15/06/2014
Prescription mortelle, de Robin Cook
Une chronique de Jacques.
Mon médecin est dans ma poche...
Avec Prescription mortelle, l’américain Robin Cook nous propose un thriller politico médical astucieux, doublé d’une réflexion sur l’évolution possible des politiques de santé aux États-Unis. Comme le personnel politique français est souvent fasciné par ce qui vient d’outre-Atlantique, et que le lobbying est fort dans certains milieux pour développer les assurances privées au détriment de notre système public de santé, ce roman nous permet, en prime, de savoir à quelle sauce nous risquons d’être mangés si nous n’y prenons garde.
Robin Cook part d’un double constat et développe jusque dans ses extrêmes limites l’idée qui en découle :
– il est de plus en plus difficile de trouver des médecins généralistes aux États-Unis, tout comme en France où certaines régions connaissent un désert médical.
– Le nombre de personnes utilisant un Smartphone connait une croissance rapide, et il probable que lorsque la génération du baby-boom aura disparu, 90 % de la population utilisera ce genre d’outil.
L’idée qui découle de ces deux faits est simple, mais prometteuse : une application pour votre Smartphone – légèrement amélioré par rapport aux modèles actuels – va remplacer votre médecin généraliste.
Remarquons qu’il s’agit à peine de science-fiction, puisque les technologies permettant de mettre en place un tel système existent quasiment toutes.
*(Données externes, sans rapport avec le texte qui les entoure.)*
describe('quote → customer page → invoice → payment', () => {
  it('runs the whole flow, pays once on a replayed webhook and refuses a bad signature', async () => {
    const email = `dana.${newId().slice(0, 6)}@contractor.example.test`;
    const job = await makeJob({ customerName: 'Dana Whitcombe', email });
    const other = await makeJob({ customerName: 'Ravi Castellano', email: 'ravi@fieldtech.example.test' });
    const otherQuote = await admin.post(`/api/jobs/${other.id}/quotes`, {
      lines: [{ kind: 'part', description: 'Secret other-job part', quantity: '1', unitCents: 999 }],
    });
    expect(otherQuote.status).toBe(201);

    // the shop writes the quote: totals in integer cents, tax once on the taxable lines
    const created = await admin.post(`/api/jobs/${job.id}/quotes`, { lines: QUOTE_LINES, note: 'Parts in stock; two working days.' });
    expect(created.status).toBe(201);
    const quote = created.body as unknown as {
      id: string;
      number: string;
      subtotalCents: number;
      taxCents: number;
      totalCents: number;
      status: string;
      lines: { amountCents: number }[];
    };
    expect(quote.lines.map((l) => l.amountCents)).toEqual([450, 3975, 9750]);
    // 44.25 taxable × 8.25 % = 3.650625 → 3.65 (round half away from zero, once per document)
    expect([quote.subtotalCents, quote.taxCents, quote.totalCents]).toEqual([14175, 365, 14540]);
    expect(quote.status).toBe('draft');

    // sent: the e-mail reaches the SMTP capture server with the link, in text and HTML
    const sent = await admin.post(`/api/quotes/${quote.id}/send`);
    expect(sent.status).toBe(200);
    expect(sent.body).toMatchObject({ to: email });
    const quoteMail = await smtp.waitFor((m) => m.to.some((t) => t.includes(email)) && m.subject.includes(quote.number));
    expect(quoteMail.subject).toBe(
      `Quote ${quote.number} for job ${job.number}: ${(await db.select().from(boardModels).innerJoin(jobs, eq(jobs.boardId, boardModels.id)).where(eq(jobs.id, job.id)))[0]!.board_models.name}`,
    );
    expect(quoteMail.text).toContain('USD 145.40');
    expect(quoteMail.text).toContain('Tax (8.25 %)');
    const token = linkIn(quoteMail);
    expect(quoteMail.html).toContain(`/c/${token}`);
    // only the hash is stored
    const [stored] = await db
      .select()
      .from(customerLinks)
      .where(eq(customerLinks.tokenHash, hashToken(token)));
    expect(stored).toMatchObject({ jobId: job.id, shopId: SHOP });
    expect(JSON.stringify(await db.select().from(customerLinks).where(eq(customerLinks.jobId, job.id)))).not.toContain(token);

    // the customer page: no sign-in, this job only
    const customer = new Client(server.url);
    const page = await customer.get(`/api/public/links/${token}`);
    expect(page.status).toBe(200);
    expect(page.body).toMatchObject({ reference: `Job ${job.number}`, customerName: 'Dana Whitcombe', status: 'received', reportAvailable: false });
    const pageText = JSON.stringify(page.body);
    expect(pageText).not.toContain(other.id);
    expect(pageText).not.toContain('Ravi');
    expect(pageText).not.toContain('Secret other-job part');
    expect(pageText).not.toContain(email); // the page never echoes addresses
    // a quote of another job is not reachable through this link
    const foreign = await customer.post(`/api/public/links/${token}/quotes/${(otherQuote.body as unknown as { id: string }).id}/approve`);
    expect(foreign.status).toBe(404);

    // approve: recorded on the quote, the shop is told, the job moves on from received to diagnosing
    const approved = await customer.post(`/api/public/links/${token}/quotes/${quote.id}/approve`);
    expect(approved.status).toBe(200);
    expect((approved.body as unknown as { quotes: { customerApproval: string; status: string }[] }).quotes[0]).toMatchObject({
      customerApproval: 'approved',
      status: 'approved',
    });
    expect((await db.select({ status: jobs.status }).from(jobs).where(eq(jobs.id, job.id)))[0]!.status).toBe('diagnosing');
    await smtp.waitFor((m) => m.subject === `Quote ${quote.number} approved by Dana Whitcombe (job ${job.number})`);
    expect((await customer.post(`/api/public/links/${token}/quotes/${quote.id}/approve`)).status).toBe(409);

    // no invoice before verification
    const early = await admin.post(`/api/jobs/${job.id}/invoices`, {});
    expect(early.status).toBe(409);
    await setStatus(job.id, 'verified');

    // the invoice: the approved quote's lines, e-mailed with the report attached as a PDF
    const issued = await admin.post(`/api/jobs/${job.id}/invoices`, {});
    expect(issued.status).toBe(201);
    const invoice = issued.body as unknown as { id: string; number: string; totalCents: number; status: string; quoteId: string };
    expect(invoice).toMatchObject({ status: 'issued', totalCents: 14540, quoteId: quote.id });
    expect((await admin.post(`/api/jobs/${job.id}/invoices`, {})).status).toBe(409); // one open invoice per job
    const invoiceMail = await smtp.waitFor((m) => m.subject.startsWith(`Invoice ${invoice.number}`));
    expect(invoiceMail.attachments).toHaveLength(1);
    expect(invoiceMail.attachments[0]!.contentType).toBe('application/pdf');
    expect(invoiceMail.attachments[0]!.content.subarray(0, 5).toString('latin1')).toBe('%PDF-');
    const payToken = linkIn(invoiceMail);
    const report = await fetch(`${server.url}/api/public/links/${payToken}/report.pdf`);
    expect(report.status).toBe(200);
    expect(report.headers.get('content-type')).toMatch(/application\/pdf/);

    // checkout on the fake payment service, through the SDK
    const checkout = await customer.post(`/api/public/links/${payToken}/invoices/${invoice.id}/checkout`);
    expect(checkout.status).toBe(200);
    const url = (checkout.body as unknown as { url: string }).url;
    expect(url.startsWith(`${pay.url}/checkout/cs_test_`)).toBe(true);
    const checkoutPage = await (await fetch(url)).text();
    expect(checkoutPage).toContain('Pay USD 145.40');
    const session = pay.sessions.get(url.split('/').pop()!)!;
    expect(session).toMatchObject({ amount_total: 14540, currency: 'usd', client_reference_id: invoice.id });

    // the customer presses Pay: the fake sends the signed webhook, then sends the browser back to the page
    const paid = await fetch(`${url}/pay`, { method: 'POST', redirect: 'manual' });
    expect(paid.status).toBe(303);
    expect(paid.headers.get('location')).toBe(`${server.url}/c/${payToken}?paid=${session.id}`);
    expect(pay.deliveries).toHaveLength(1);
    const delivery = pay.deliveries[0]!;
    expect(delivery.status).toBe(200);
    const after = await admin.get(`/api/invoices/${invoice.id}`);
    expect(after.body).toMatchObject({ status: 'paid', paidCents: 14540 });
    await smtp.waitFor((m) => m.subject === `Payment received for invoice ${invoice.number}`);

    // the same event delivered again (redelivery by the provider, and the identical bytes once more): nothing changes
    const again = await fetch(`${pay.url}/_fake/events/${delivery.eventId}/redeliver`, { method: 'POST' });
    expect(((await again.json()) as { status: number }).status).toBe(200);
    const replay = await fetch(`${server.url}/api/webhooks/payments`, {
      method: 'POST',
      headers: { 'content-type': 'application/json', 'stripe-signature': delivery.signature },
      body: delivery.payload,
    });
    expect(replay.status).toBe(200);
    expect(await replay.json()).toEqual({ received: true, outcome: 'duplicate' });
    expect(await db.select().from(payments).where(eq(payments.invoiceId, invoice.id))).toHaveLength(1);
    expect(await db.select().from(paymentEvents).where(eq(paymentEvents.eventId, delivery.eventId))).toHaveLength(1);
    expect((await admin.get(`/api/invoices/${invoice.id}`)).body).toMatchObject({ status: 'paid', paidCents: 14540 });

    // a bad signature, a changed body under a good signature, and none at all: 400, nothing recorded
    const forged = JSON.stringify({ ...JSON.parse(delivery.payload), id: 'evt_test_forged' });
    for (const [body, sig] of [
      [delivery.payload, delivery.signature.replace(/v1=([0-9a-f])/, (_m, c: string) => `v1=${c === '0' ? '1' : '0'}`)],
      [forged, delivery.signature],
      [forged, 't=1,v1=deadbeef'],
    ] as const) {
      const r = await fetch(`${server.url}/api/webhooks/payments`, {
        method: 'POST',
        headers: { 'content-type': 'application/json', 'stripe-signature': sig },
        body,
      });
      expect(r.status).toBe(400);
      expect(r.headers.get('content-type')).toMatch(/problem\+json/);
    }
    const unsigned = await fetch(`${server.url}/api/webhooks/payments`, { method: 'POST', headers: { 'content-type': 'application/json' }, body: forged });
    expect(unsigned.status).toBe(400);
    expect(await db.select().from(paymentEvents).where(eq(paymentEvents.eventId, 'evt_test_forged'))).toHaveLength(0);

    // a paid invoice opens no second checkout
    expect((await customer.post(`/api/public/links/${payToken}/invoices/${invoice.id}/checkout`)).status).toBe(409);
  });
});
Dans la réalité, il manque seulement un algorithme suffisamment sophistiqué, des serveurs spécifiques qui accueilleraient l’ensemble de ces données personnelles et les gèreraient, et une société qui pourrait investir des sommes importantes pour tenter ce pari.
C’est fait : votre Smartphone dispose donc de cette application, nommée iDoc, qui veille sur votre santé, à chaque instant de votre vie, de jour comme de nuit. Enregistrement en continu de votre rythme cardiaque ; analyse de votre ADN ou de certaines protéines à partir d’un peu de salive ou d’une goutte de sang sur l’écran tactile ; suivi permanent de plusieurs données physiologiques habituellement traitées en milieu hospitalier ; capacité de détecter immédiatement une crise cardiaque au moment où elle survient, mais aussi d’anticiper son risque plusieurs jours à l’avance ; possibilité non seulement de surveiller, mais aussi de traiter certaines maladies chroniques comme le diabète, en reliant des réservoirs médicamenteux au logiciel à l’aide de capteurs... Mais il y a mieux (ou pire, nous verrons plus tard), l’appareil est relié à une gigantesque base de données qui contient tous vos antécédents médicaux ainsi que la totalité des connaissances médicales permettant d’établir un diagnostic. De cette façon, après l’établissement de celui-ci, il vous prescrira directement les médicaments dont vous avez besoin à n’importe quel moment de la journée. Prescription envoyée sans aucune action de votre part à une pharmacie de votre choix : vous n’aurez plus qu’à les récupérer.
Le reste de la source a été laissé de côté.